From our scanning probe microscopy analysis (Fig. 5), we can also deduce that at the tissue scale, fibre cells in the scattered vascular tissue would offer preferential pathways for heat transport due to their higher conductivities in both anatomical directions, in comparison to parenchymatic cells in ground tissue. In addition, the transverse orientation offers more resistance to heat flow.

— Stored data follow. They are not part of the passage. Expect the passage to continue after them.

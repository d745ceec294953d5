"""A quick reader for the plain subset of TOML that generated inputs are written in.

:func:`read_plain_toml` reads a document line by line when every line is
blank, a comment, a table header (``[a.b]``, ``[[a]]``, ``[a."b.c"]``: bare
keys, or quoted ones without escapes) or a ``bare_key = value`` pair whose
value sits on that line and is

* a decimal number in JSON's grammar (``-12``, ``0.5``, ``1e-3``), a
  boolean, or a basic string without escapes, taken as ``tomllib`` takes it
  (``int(text)``, ``float(text)``, the characters between the quotes);
* an array or an inline table of those: bare keys are quoted and ``=``
  becomes ``:``, and the text is then read by ``json.loads`` (C), whose
  numbers are ``int(text)`` / ``float(text)`` as in ``tomllib``.

Anything else (escapes, literal or multi-line strings, dotted or quoted keys
of pairs, dates, ``inf``/``nan``, underscores in numbers, multi-line arrays,
trailing commas, ``\\r``, a key or a table defined twice, a table reopened or
extended after it was written) makes it answer ``None``, and the caller
reads the text with ``tomllib``, which stays the authority (and gives the
message of a syntax error). So the answer is ``None`` or exactly
``tomllib.loads(text)`` (same values, types and key order);
tests/test_toml_subset.py checks that on every TOML file of the fixtures and
on generated documents, valid and invalid.

Why: ``tomllib`` is written in Python, and a 300-loop plant registry of
inline tables took it 36 ms; this reader takes a few.
"""

from __future__ import annotations

import json
import re
from typing import Any

#: Characters TOML allows nowhere unescaped (tab and newline excepted), and ``\r``.
_FORBIDDEN = re.compile(r"[\x00-\x08\x0b-\x1f\x7f]")
#: Code (outside comments: no quote, backslash or ``#`` except inside basic
#: strings without escapes), then an optional comment.
_CODE = re.compile(r"((?:[^\"#'\\]|\"[^\"\\]*\")*)(#.*)?")
_PART = r"(?:[A-Za-z0-9_-]+|\"[^\"\\\\]*\")"  # a bare or quoted key (no escapes)
_KEYS = _PART + r"(?:[ \t]*\.[ \t]*" + _PART + r")*"
_PARTS = re.compile(_PART)
_TABLE = re.compile(r"[ \t]*\[[ \t]*(" + _KEYS + r")[ \t]*\][ \t]*")
_ARRAY_TABLE = re.compile(r"[ \t]*\[\[[ \t]*(" + _KEYS + r")[ \t]*\]\][ \t]*")
_PAIR = re.compile(r"[ \t]*([A-Za-z0-9_-]+)[ \t]*=(.*)")
_NUMBER = re.compile(r"-?(?:0|[1-9][0-9]*)(\.[0-9]+)?([eE][+-]?[0-9]+)?")
_STRING = re.compile(r"\"[^\"\\]*\"")
_INNER_KEY = re.compile(r"(?<=[{,])[ \t]*([A-Za-z0-9_-]+)[ \t]*=")


class _NotPlain(Exception):
    pass


def _unique(pairs: list[tuple[str, Any]]) -> dict:
    table = dict(pairs)
    if len(table) != len(pairs):  # a key twice
        raise _NotPlain
    return table


def _refuse(token: str) -> Any:
    raise _NotPlain


_JSON = json.JSONDecoder(object_pairs_hook=_unique, parse_constant=_refuse)


def _value(text: str) -> Any:
    number = _NUMBER.fullmatch(text)
    if number is not None:
        return float(text) if number.group(1) or number.group(2) else int(text)
    if text == "true":
        return True
    if text == "false":
        return False
    if _STRING.fullmatch(text):
        return text[1:-1]
    if text[:1] not in ("[", "{"):
        raise _NotPlain
    if '"' in text and any("=" in s for s in _STRING.findall(text)):
        raise _NotPlain  # the keys below are found by their "="
    if ":" in text and ":" in _STRING.sub("", text):
        raise _NotPlain  # not TOML, though JSON
    parts = _INNER_KEY.split(text)  # [text, key, text, key, ..., text]
    parts[1::2] = [f'"{key}":' for key in parts[1::2]]
    converted = "".join(parts)
    if "null" in converted:
        raise _NotPlain  # JSON's null, which TOML lacks (or a string holding the word)
    try:
        return _JSON.decode(converted)
    except (ValueError, RecursionError):
        raise _NotPlain from None


def read_plain_toml(text: str) -> dict | None:
    """``tomllib.loads(text)`` for a plain document (see the module), else ``None``."""
    if _FORBIDDEN.search(text):
        return None
    try:
        return _read(text)
    except _NotPlain:
        return None


def _read(text: str) -> dict:
    root: dict = {}
    opened = {id(root)}  # tables a header made (only those may hold a header's table)
    arrays: set[int] = set()  # arrays a [[header]] made
    table = root
    code_of = _CODE.fullmatch
    pair_of = _PAIR.match
    for line in text.split("\n"):
        code = line
        if "#" in line or "'" in line or "\\" in line:
            found = code_of(line)
            if found is None:
                raise _NotPlain
            code = found.group(1)
        if not code or code.isspace():
            continue
        pair = pair_of(code)
        if pair is not None:
            key, value = pair.groups()
            value = value.strip(" \t")
            if key in table or not value:
                raise _NotPlain
            table[key] = _value(value)
            continue
        header = _ARRAY_TABLE.fullmatch(code)
        is_array = header is not None
        if header is None:
            header = _TABLE.fullmatch(code)
            if header is None:
                raise _NotPlain
        keys = [part[1:-1] if part[0] == '"' else part
                for part in _PARTS.findall(header.group(1))]
        node = root
        for key in keys[:-1]:
            child = node.get(key)
            if child is None:
                child = node[key] = {}
                opened.add(id(child))
            elif isinstance(child, list) and id(child) in arrays:
                child = child[-1]
            elif not isinstance(child, dict) or id(child) not in opened:
                raise _NotPlain
            node = child
        last = keys[-1]
        table = {}
        opened.add(id(table))
        if is_array:
            items = node.get(last)
            if items is None:
                items = node[last] = []
                arrays.add(id(items))
            elif not isinstance(items, list) or id(items) not in arrays:
                raise _NotPlain
            items.append(table)
        else:
            if last in node:
                raise _NotPlain
            node[last] = table
    return root


def header_positions(text: str) -> dict[tuple, tuple[int, int]]:
    """Line and column of each table and array-of-tables element a header of
    ``text`` opens, for a document :func:`read_plain_toml` read.

    The same values as :func:`ruleguard.load.positions.build_source_map` for
    those paths (the header's ``[``, whose column counts characters; an
    element of ``[[a]]`` as ``("a", index)``), found from the header lines
    alone: in a plain document every line that starts with ``[`` is a header
    and no other line places a table.
    """
    positions: dict[tuple, tuple[int, int]] = {}
    counts: dict[tuple, int] = {}
    for row, line in enumerate(text.split("\n"), start=1):
        stripped = line.lstrip(" \t")
        if not stripped.startswith("["):
            continue
        code = line
        if "#" in line or "'" in line or "\\" in line:
            found = _CODE.fullmatch(line)
            if found is None:  # pragma: no cover - not a plain document
                continue
            code = found.group(1)
        header = _ARRAY_TABLE.fullmatch(code)
        is_array = header is not None
        if header is None:
            header = _TABLE.fullmatch(code)
            if header is None:  # pragma: no cover - not a plain document
                continue
        keys = [part[1:-1] if part[0] == '"' else part
                for part in _PARTS.findall(header.group(1))]
        place = (row, len(line) - len(stripped) + 1)
        resolved: list = []
        for index, name in enumerate(keys):
            resolved.append(name)
            if index < len(keys) - 1:
                if tuple(resolved) in counts:
                    resolved.append(counts[tuple(resolved)] - 1)
            elif is_array:
                count = counts.get(tuple(resolved), 0)
                counts[tuple(resolved)] = count + 1
                resolved.append(count)
        positions[tuple(resolved)] = place
    return positions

However, we do note that our study only characterised inter-node regions of bamboo. At the node, complex entanglement and quasi-isotropic circumferential orientation of fibre cells25 may lead to different heat pathways. Indeed, periodically occurring nodes along the length of a bamboo culm may diffuse and hinder the heat flow path. Notably, much of bamboo material research in literature has focussed on properties of inter-nodal regions7,10,11,22, and yet it is clear that the nodal region is also of scientific and industrial interest. For instance, the important biomechanical role of the node structure in preventing buckling failure of the culm25,26,27, and its complex microstructure to facilitate vascular transfer has been reported28. Moreover, it is well-known that across a large piece of bamboo with multiple nodal and inter-nodal regions, structural failure initiates preferentially from the nodes26, which in turn has implications for the design of engineered bamboo products for the building and construction sector. Hence, a more detailed study illuminating structure-property relations in the nodal regions would be interesting.

Conclusions

This study employed scanning thermal microscopy to explore thermal conductivity variations between bamboo cells in two anatomical directions. Parenchymatic ground tissue, in general, has a substantially lower thermal conductivity than fibre vascular tissue. This is likely due to lower proportion of aligned crystalline cellulose microfibrils, and higher proportion of amorphous polymers in parenchyma cells. Furthermore, overall thermal conductivity of fibres and parenchyma is higher in the fibre axis than in the transverse direction, due to the higher longitudinal thermal conductivity of cellulose microfibrils. We also observe conductivity variations between fibre cell wall layers. Multi-lamellar bamboo fibre cells are composed of a regular alternation of broad and narrow secondary cell wall lamellae, wherein the broad lamellae (SL||) have cellulose microfibrils oriented almost parallel to the fibre cell axis, while microfibrils in the narrow lamellae (SL) are oriented almost perpendicular to the fibre cell axis. Consequently, SL|| have higher conductivity in the fibre direction, and lower conductivity in the transverse directions, in comparison to SL. The compound middle lamella (CML) has a thermal conductivity that is similar to SL.

While quantitative estimations of thermal conductivities of bamboo cell wall layers were not possible, these observations, combined with detailed information of volumetric composition of different tissues (e.g. by10) can be used to estimate thermal conductivities of the different cell wall layers and types.

In general, scanning thermal microscopy is proposed to be a useful technique for natural materials, including for plant phenotyping studies, and anatomical observations of cell wall structure (e.g. layer growth and cellulose fibril orientation).